Each line from the one containing "the row above." through the end of the entries below must be output exactly; no other line belongs.

Collected data entries:
----------------------------------------

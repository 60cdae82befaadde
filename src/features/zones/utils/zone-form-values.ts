import type { z } from 'zod';

import type { saveZonesSchema, Zone, ZoneInput, ZoneSchedule } from '@server/zones/schema';

export type ZoneScheduleFormValues = z.input<typeof saveZonesSchema>;

export function toZoneFormRow(zone: Zone): ZoneInput {
  return {
    id: zone.id,
    number: zone.number,
    location: zone.location,
    zoneType: zone.zoneType,
    detectorKind: zone.detectorKind,
    detectorModel: zone.detectorModel,
    loopWiring: zone.loopWiring,
    tamperOhms: zone.tamperOhms,
    alarmOhms: zone.alarmOhms,
    coreMap: zone.coreMap.map((core) => ({ colour: core.colour, terminal: core.terminal })),
    cableMetres: zone.cableMetres,
    coresPerLeg: zone.coresPerLeg,
    areaId: zone.areaId,
    attributes: [...zone.attributes],
    grade: zone.grade,
    environmentalClass: zone.environmentalClass,
    quiescentMa: zone.quiescentMa,
    alarmMa: zone.alarmMa,
  };
}

export function toScheduleFormValues(
  schedule: ZoneSchedule,
  zonesVersion: number,
): ZoneScheduleFormValues {
  return { zonesVersion, zones: schedule.zones.map(toZoneFormRow) };
}

// Left empty on purpose: the select shows "Choose…" and the shared schema asks for a choice,
// rather than Wardbook guessing what was fitted.
const unchosen = '' as never;

/**
 * A new row. Wiring, resistor values, cores per leg, area, grade and class usually run the same
 * through an installation, so they follow the row above; what the zone is, where, and how long
 * its cable run is are for the engineer.
 */
export function newZoneRow(number: number, previous?: ZoneInput): ZoneInput {
  return {
    number,
    location: '',
    zoneType: unchosen,
    detectorKind: unchosen,
    detectorModel: '',
    loopWiring: previous?.loopWiring ?? unchosen,
    tamperOhms: previous?.tamperOhms ?? null,
    alarmOhms: previous?.alarmOhms ?? null,
    coreMap: [],
    // Each detector has its own run; the cable build usually follows the row above.
    cableMetres: null,
    coresPerLeg: previous?.coresPerLeg ?? 1,
    areaId: previous?.areaId ?? null,
    attributes: [],
    grade: previous?.grade ?? null,
    environmentalClass: previous?.environmentalClass ?? null,
    quiescentMa: null,
    alarmMa: null,
  };
}

/** A copy of a row with every setting but its identity: a new zone under a new number. */
export function duplicateZoneRow(source: ZoneInput, number: number): ZoneInput {
  const { id: _id, ...settings } = structuredClone(source);
  return { ...settings, number };
}

const shownZoneField =
  /^zones\.\d+\.(number|location|zoneType|detectorKind|detectorModel|loopWiring|tamperOhms|alarmOhms|cableMetres|coresPerLeg|areaId|attributes|grade|environmentalClass|quiescentMa|alarmMa|coreMap|coreMap\.\d+\.(colour|terminal))$/;

/** Field paths the editor shows beside a field; any other API message goes in the summary. */
export function isZoneFieldShown(fieldPath: string): boolean {
  return shownZoneField.test(fieldPath);
}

----------------------------------------

**YOUR SOLUTION:**
    // Each detector has its own run; the cable build usually follows the row above.
    cableMetres: null,
    coresPerLeg: previous?.coresPerLeg ?? 1,
    areaId: previous?.areaId ?? null,
    attributes: [],
    grade: previous?.grade ?? null,
    environmentalClass: previous?.environmentalClass ?? null,
    quiescentMa: null,
    alarmMa: null,
  };
}

/** A copy of a row with every setting but its identity: a new zone under a new number. */
export function duplicateZoneRow(source: ZoneInput, number: number): ZoneInput {
  const { id: _id, ...settings } = structuredClone(source);
  return { ...settings, number };
}

const shownZoneField =
  /^zones\.\d+\.(number|location|zoneType|detectorKind|detectorModel|loopWiring|tamperOhms|alarmOhms|cableMetres|coresPerLeg|areaId|attributes|grade|environmentalClass|quiescentMa|alarmMa|coreMap|coreMap\.\d+\.(colour|terminal))$/;

/** Field paths the editor shows beside a field; any other API message goes in the summary. */
export function isZoneFieldShown(fieldPath: string): boolean {
  return shownZoneField.test(fieldPath);
}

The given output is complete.